• [Activity]
Copy out all of the records, exactly as they appear.

• [Given data]
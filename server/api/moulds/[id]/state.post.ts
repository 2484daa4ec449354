import { setMouldState } from '../../../services/catalogue'
// Change a mould's state with a reason (lead); who, when and why go on the mould and the register.
export default defineEventHandler(async (event) => {
  const actor = await requireRole(event, 'lead')
  const { id } = validParams(event, idParamSchema)
  const input = await validBody(event, mouldStateSchema)
  return setMouldState(actor, id, input)
})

• [Response for this exercise]
filename server/api/moulds/[id]/state.post.ts
repository 2484daa4ec449354
import { setMouldState } from '../../../services/catalogue'
// Change a mould's state with a reason (lead); who, when and why go on the mould and the register.
export default defineEventHandler(async (event) => {
  const actor = await requireRole(event, 'lead')
  const { id } = validParams(event, idParamSchema)
  const input = await validBody(event, mouldStateSchema)
  return setMouldState(actor, id, input)
})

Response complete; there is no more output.